** Listed entries **
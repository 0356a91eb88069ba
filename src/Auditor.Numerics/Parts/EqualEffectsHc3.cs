using Auditor.Numerics.GroupTests;
using Auditor.Numerics.SecondPass;

namespace Auditor.Numerics.Parts;

/// <summary>
/// Wald test with the HC3 covariance that a group has the same effect in all parts. Null as in <see cref="EqualEffectsF"/>. F = d'V^-1 d / df1 on (df1, n - rank of the full
/// model), V = sum_k L_k' V_k L_k with V_k the HC3 covariance of u_k in part k: leverages and residuals of the full model are those of the part. Errors independent,
/// variances free, within parts and between them.
/// </summary>
/// <remarks>Verified against R's sandwich (Parts/values of the tests).</remarks>
public static class EqualEffectsHc3
{
    /// <param name="sums">Each part's sums.</param>
    public static TestResult Of(EffectContrast contrast, IReadOnlyList<GroupSums> sums)
    {
        if (contrast.Why() is Impediment impediment)
        {
            return TestResult.None(impediment);
        }

        if (sums.Any(part => part.RestsOn.Count > 0))
        {
            return TestResult.None(Impediment.RestsOnOneRow);
        }

        return Quadratic.Form(contrast.U, Covariance(contrast, sums), contrast.RssWith / contrast.ResidualDf) is double form
            ? TestResult.F(form / contrast.Rank, contrast.Rank, contrast.ResidualDf)
            : TestResult.None(Impediment.SingularCovariance);
    }

    private static double[,] Covariance(EffectContrast contrast, IReadOnlyList<GroupSums> sums)
    {
        var v = new double[contrast.Rank, contrast.Rank];
        for (var k = 0; k < sums.Count; k++)
        {
            AddPart(v, contrast, k, sums[k].Hc3);
        }

        return v;
    }

    /// <summary>V += L_k' V_k L_k.</summary>
    private static void AddPart(double[,] v, EffectContrast contrast, int part, double[,] own)
    {
        var q = contrast.Parts[part].Rank;
        for (var a = 0; a < q; a++)
        {
            var (left, right, unit) = (new double[contrast.Rank], new double[contrast.Rank], new double[q]);
            unit[a] = 1;
            contrast.Turn(part, unit, left);
            contrast.Turn(part, [.. Enumerable.Range(0, q).Select(b => own[a, b])], right);
            Quadratic.AddProduct(v, left, right);
        }
    }
}
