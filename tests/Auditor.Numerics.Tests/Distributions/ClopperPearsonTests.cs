using Auditor.Numerics.Distributions;

namespace Auditor.Numerics.Tests.Distributions;

/// <summary>Against R 4.2.2: print(binom.test(x, n, conf.level = 1 - alpha)$conf.int, digits = 15).</summary>
public sealed class ClopperPearsonTests
{
    [Theory]
    [InlineData(0, 99, 0.05, 0, 0.0365757449834789)]
    [InlineData(3, 99, 0.05, 0.0062933472741721, 0.0860112643373795)]
    [InlineData(49, 999, 0.05, 0.0365037834904580, 0.0643298644277164)]
    [InlineData(49, 999, 0.01, 0.0331335343435806, 0.0694108522334076)]
    [InlineData(20, 20, 0.05, 0.831566529016915, 1)]
    public void Limits(int successes, int trials, double alpha, double lower, double upper)
    {
        var interval = ClopperPearson.Of(successes, trials, alpha);
        VectorFile.Near(lower, interval.Lower, 1e-11);
        VectorFile.Near(upper, interval.Upper, 1e-11);
    }
}
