namespace Auditor.Numerics.Parts;

/// <summary>
/// Classical test that a group has the same effect in all parts. Null: the coefficients of Z x part in F x part + Z x part are equal over the parts. F = (d'd/df1) / s² on
/// (df1, n - rank of the full model), s² the full model's mean square; exact when errors are normal, independent and of equal variance in all parts.
/// </summary>
/// <remarks>Chow 1960, Econometrica 28, for some of the coefficients. Verified against R's lm and anova (Parts/values of the tests).</remarks>
public static class EqualEffectsF
{
    public static TestResult Of(EffectContrast contrast) => contrast.Why() is Impediment impediment
        ? TestResult.None(impediment)
        : TestResult.F(contrast.SumOfSquares / contrast.Rank / (contrast.RssWith / contrast.ResidualDf), contrast.Rank, contrast.ResidualDf);
}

** Problem details **
Please output every record exactly as it appears.

** Solution below **
repository 0356a91eb88069ba
filename src/Auditor.Numerics/Parts/EqualEffectsHc3.cs
using Auditor.Numerics.GroupTests;
using Auditor.Numerics.SecondPass;

namespace Auditor.Numerics.Parts;

/// <summary>
/// Wald test with the HC3 covariance that a group has the same effect in all parts. Null as in <see cref="EqualEffectsF"/>. F = d'V^-1 d / df1 on (df1, n - rank of the full
/// model), V = sum_k L_k' V_k L_k with V_k the HC3 covariance of u_k in part k: leverages and residuals of the full model are those of the part. Errors independent,
/// variances free, within parts and between them.
/// </summary>
/// <remarks>Verified against R's sandwich (Parts/values of the tests).</remarks>
public static class EqualEffectsHc3
{
    /// <param name="sums">Each part's sums.</param>
    public static TestResult Of(EffectContrast contrast, IReadOnlyList<GroupSums> sums)
    {
        if (contrast.Why() is Impediment impediment)
        {
            return TestResult.None(impediment);
        }

        if (sums.Any(part => part.RestsOn.Count > 0))
        {
            return TestResult.None(Impediment.RestsOnOneRow);
        }

        return Quadratic.Form(contrast.U, Covariance(contrast, sums), contrast.RssWith / contrast.ResidualDf) is double form
            ? TestResult.F(form / contrast.Rank, contrast.Rank, contrast.ResidualDf)
            : TestResult.None(Impediment.SingularCovariance);
    }

    private static double[,] Covariance(EffectContrast contrast, IReadOnlyList<GroupSums> sums)
    {
        var v = new double[contrast.Rank, contrast.Rank];
        for (var k = 0; k < sums.Count; k++)
        {
            AddPart(v, contrast, k, sums[k].Hc3);
        }

        return v;
    }

    /// <summary>V += L_k' V_k L_k.</summary>
    private static void AddPart(double[,] v, EffectContrast contrast, int part, double[,] own)
    {
        var q = contrast.Parts[part].Rank;
        for (var a = 0; a < q; a++)
        {
            var (left, right, unit) = (new double[contrast.Rank], new double[contrast.Rank], new double[q]);
            unit[a] = 1;
            contrast.Turn(part, unit, left);
            contrast.Turn(part, [.. Enumerable.Range(0, q).Select(b => own[a, b])], right);
            Quadratic.AddProduct(v, left, right);
        }
    }
}
filename tests/Auditor.Numerics.Tests/Distributions/ClopperPearsonTests.cs
using Auditor.Numerics.Distributions;

namespace Auditor.Numerics.Tests.Distributions;

/// <summary>Against R 4.2.2: print(binom.test(x, n, conf.level = 1 - alpha)$conf.int, digits = 15).</summary>
public sealed class ClopperPearsonTests
{
    [Theory]
    [InlineData(0, 99, 0.05, 0, 0.0365757449834789)]
    [InlineData(3, 99, 0.05, 0.0062933472741721, 0.0860112643373795)]
    [InlineData(49, 999, 0.05, 0.0365037834904580, 0.0643298644277164)]
    [InlineData(49, 999, 0.01, 0.0331335343435806, 0.0694108522334076)]
    [InlineData(20, 20, 0.05, 0.831566529016915, 1)]
    public void Limits(int successes, int trials, double alpha, double lower, double upper)
    {
        var interval = ClopperPearson.Of(successes, trials, alpha);
        VectorFile.Near(lower, interval.Lower, 1e-11);
        VectorFile.Near(upper, interval.Upper, 1e-11);
    }
}
namespace Auditor.Numerics.Parts;

/// <summary>
/// Classical test that a group has the same effect in all parts. Null: the coefficients of Z x part in F x part + Z x part are equal over the parts. F = (d'd/df1) / s² on
/// (df1, n - rank of the full model), s² the full model's mean square; exact when errors are normal, independent and of equal variance in all parts.
/// </summary>
/// <remarks>Chow 1960, Econometrica 28, for some of the coefficients. Verified against R's lm and anova (Parts/values of the tests).</remarks>
public static class EqualEffectsF
{
    public static TestResult Of(EffectContrast contrast) => contrast.Why() is Impediment impediment
        ? TestResult.None(impediment)
        : TestResult.F(contrast.SumOfSquares / contrast.Rank / (contrast.RssWith / contrast.ResidualDf), contrast.Rank, contrast.ResidualDf);
}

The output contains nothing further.